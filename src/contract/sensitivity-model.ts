/* Does the ranking hold? The one way from a ranking to the answer, for the screens, the server and the memo. */
import {
  acceptability,
  standardError,
  type Acceptability,
  type AcceptabilityQuestion,
} from '#core/decision/acceptability.ts';
import { firstDominators } from '#core/decision/dominance.ts';
import { leaderChanges, type Change } from '#core/decision/leader-change.ts';
import { endOfTie } from '#core/decision/ties.ts';
import { closeness } from '#core/decision/topsis.ts';
import { tornado } from '#core/decision/tornado.ts';
import type { WeightModel } from '#core/decision/weight-model.ts';
import { prepareFigures, rankFigures, type RankingModel } from './ranking-model.ts';
import type { RankingFigures } from './ranking.ts';
import type {
  AcceptabilityOf,
  Dominance,
  DrawQuery,
  LeaderChangeOf,
  SecondOpinion,
  Sensitivity,
  SiteAcceptability,
  TornadoOf,
} from './sensitivity.ts';
import { MOST_DRAWN_SITES } from './sensitivity.ts';
import { subjectOf, type Subject } from './sensitivity-subject.ts';
import type { WeightsOf, WeightStatement } from './weights.ts';

/** The site ranked first, or the first of those that tie. */
const LEADER = 0;

const siteIdAt = ({ sites }: Subject, site: number): string => sites[site]?.siteId ?? '';
const criterionIdAt = ({ criteria }: Subject, criterion: number): string => criteria[criterion]?.id ?? '';
const byCriterion = ({ criteria }: Subject, figures: ArrayLike<number>): Record<string, number> =>
  Object.fromEntries(criteria.map(({ id }, place) => [id, figures[place] ?? 0]));

/** For each criterion the weight at which the leader changes, the other weights keeping their proportions. */
export function leaderChangesOf(subject: Subject): LeaderChangeOf[] {
  const { table, weights } = subject;
  const named = (change: Change | null) =>
    change && { weight: change.weight, siteId: siteIdAt(subject, change.leader) };
  return leaderChanges(table, weights, LEADER).map(({ below, above }, j) => ({
    criterionId: criterionIdAt(subject, j),
    weight: weights[j] ?? 0,
    below: named(below),
    above: named(above),
  }));
}

/** The leader's margin with every uncertain figure at its low and at its high, one at a time; null for one site. */
export function tornadoOf(subject: Subject): TornadoOf | null {
  const { prepared, weights, uncertain } = subject;
  const answer = tornado({ prepared, weights, leader: LEADER, uncertain });
  return (
    answer && {
      margin: answer.margin,
      bars: answer.bars.map(({ site, criterion, ...bar }) => ({
        siteId: siteIdAt(subject, site),
        criterionId: criterionIdAt(subject, criterion),
        likely: prepared.table.figures[site * prepared.table.criterionCount + criterion] ?? 0,
        ...bar,
      })),
    }
  );
}

/** TOPSIS on the same values and weights: closeness and the rank it gives, best first; ties share a rank. */
export function secondOpinionOf(subject: Subject): SecondOpinion {
  const close = closeness(subject.table, subject.weights);
  const order = [...close.keys()].sort((a, b) => (close[b] ?? 0) - (close[a] ?? 0) || a - b);
  const sorted = order.map((site) => close[site] ?? 0);
  const answer: SecondOpinion = [];
  for (let first = 0, end = 0; first < order.length; first = end) {
    end = endOfTie(sorted, first);
    for (const site of order.slice(first, end))
      answer.push({ siteId: siteIdAt(subject, site), closeness: close[site] ?? 0, rank: first + 1 });
  }
  return answer;
}

/** Sites that another is at least as good as on every criterion and better on one, each with the best ranked such that none dominates. */
export function dominanceOf(subject: Subject): Dominance {
  const best = subject.sites.map((_, site) => site);
  const dominated = firstDominators(subject.table, best).flatMap((by, site) =>
    by === null ? [] : [{ siteId: siteIdAt(subject, site), by: siteIdAt(subject, by) }],
  );
  return { nonDominated: subject.sites.length - dominated.length, dominated };
}

/** Criteria from the heaviest to the lightest, equal ones in the study's order. */
export const orderOf = ({ weights }: Subject): number[] =>
  [...weights.keys()].sort((a, b) => (weights[b] ?? 0) - (weights[a] ?? 0) || a - b);

function weightModelOf(subject: Subject, { model, band }: DrawQuery): WeightModel {
  if (model === 'simplex') return { kind: 'simplex', criterionCount: subject.criteria.length };
  return model === 'order'
    ? { kind: 'order', order: orderOf(subject) }
    : { kind: 'band', weights: subject.weights, band };
}

/**
 * What to draw: for `acceptability` of core, in a worker or a thread.
 * @param subject of the best hundred sites at most: `subjectOf(model, MOST_DRAWN_SITES)`
 */
export function acceptabilityQuestionOf(subject: Subject, query: DrawQuery): AcceptabilityQuestion {
  const { prepared, uncertain } = subject;
  const { samples, seed } = query;
  return { prepared, uncertain, weights: weightModelOf(subject, query), samples, seed };
}

/** The draws as they cross the wire. @param sitesLeftOut ranked sites that were not drawn */
export function presentAcceptability(
  subject: Subject,
  { model, band, samples, seed }: DrawQuery,
  answer: Acceptability,
  sitesLeftOut: number,
): AcceptabilityOf {
  return {
    model,
    band: model === 'band' ? band : null,
    order: model === 'order' ? orderOf(subject).map((j) => criterionIdAt(subject, j)) : null,
    samples,
    seed,
    uncertainFigures: subject.uncertain.length,
    sitesLeftOut,
    sites: subject.sites.map((_, site) => presentSite(subject, answer, site, samples)),
  };
}

function presentSite(
  subject: Subject,
  { shares, wins, centralWeights, confidence }: Acceptability,
  site: number,
  samples: number,
): SiteAcceptability {
  const count = subject.sites.length;
  const row = (figures: Float64Array): number[] => [...figures.subarray(site * count, (site + 1) * count)];
  const own = row(shares);
  const central = centralWeights[site] ?? null;
  const sure = confidence[site] ?? null;
  // Without uncertain figures the confidence factor is no estimate: there is nothing to draw.
  const draws = subject.uncertain.length > 0 ? samples : Infinity;
  return {
    siteId: siteIdAt(subject, site),
    shares: own,
    errors: own.map((share) => standardError(share, samples)),
    centralWeights: central && byCriterion(subject, central),
    confidence: sure,
    confidenceError: sure === null ? null : standardError(sure, draws),
    wins: row(wins).map((share, other) => (other === site ? null : share)),
  };
}

/** Draws the best hundred ranked sites; null where fewer than two are ranked. */
export function acceptabilityOf(model: RankingModel, query: DrawQuery): AcceptabilityOf | null {
  const subject = subjectOf(model, MOST_DRAWN_SITES);
  if (!subject || subject.sites.length < 2) return null;
  const answer = acceptability(acceptabilityQuestionOf(subject, query));
  return presentAcceptability(subject, query, answer, model.table.ranked.length - subject.sites.length);
}

const NOTHING = { leaderChanges: null, tornado: null, topsis: null, dominance: null, acceptability: null };

/**
 * All that says whether a ranking holds, as the interface answers it, the screens draw it and the memo prints it: the
 * same model, query and seed give the same to the last digit, wherever it runs. The draws take some tenths of a second.
 * @param model ranked under the weights in question
 * @param weights whose they are
 */
export function sensitivityOf(model: RankingModel, weights: WeightsOf, query: DrawQuery): Sensitivity {
  const subject = subjectOf(model);
  const compared = subject !== null && subject.sites.length > 1;
  return {
    revision: model.figures.revision,
    weights,
    state: model.state,
    sites: rankedSites(subject),
    criteria: (subject?.criteria ?? []).map(({ id, name }, j) => ({
      criterionId: id,
      name,
      weight: subject?.weights[j] ?? 0,
    })),
    criteriaLeftOut: (subject?.leftOut ?? []).map(({ id }) => id),
    ...(compared
      ? {
          leaderChanges: leaderChangesOf(subject),
          tornado: tornadoOf(subject),
          topsis: secondOpinionOf(subject),
          dominance: dominanceOf(subject),
          acceptability: acceptabilityOf(model, query),
        }
      : NOTHING),
  };
}

function rankedSites(subject: Subject | null): Sensitivity['sites'] {
  if (!subject) return [];
  const { sites, ranks, totals } = subject;
  return sites.map(({ siteId, code, name }, site) => ({
    siteId,
    code,
    name,
    rank: ranks[site] ?? 0,
    value: totals[site] ?? 0,
  }));
}

/** A study's figures, the weights in question, and how to draw about them: what a thread is given. */
export interface SensitivityTask {
  figures: RankingFigures;
  statement: WeightStatement;
  weights: WeightsOf;
  query: DrawQuery;
}

/** A sensitivity as JSON text in bytes. */
export function sensitivityBytes({
  figures,
  statement,
  weights,
  query,
}: SensitivityTask): Uint8Array<ArrayBuffer> {
  const model = rankFigures(prepareFigures(figures), statement);
  return new TextEncoder().encode(JSON.stringify(sensitivityOf(model, weights, query)));
}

───

### [Instructions for the task]
List every line above that contains the word "prepared".

### [Problem solution]
  const { prepared, weights, uncertain } = subject;
  const answer = tornado({ prepared, weights, leader: LEADER, uncertain });
        likely: prepared.table.figures[site * prepared.table.criterionCount + criterion] ?? 0,
  const { prepared, uncertain } = subject;
  return { prepared, uncertain, weights: weightModelOf(subject, query), samples, seed };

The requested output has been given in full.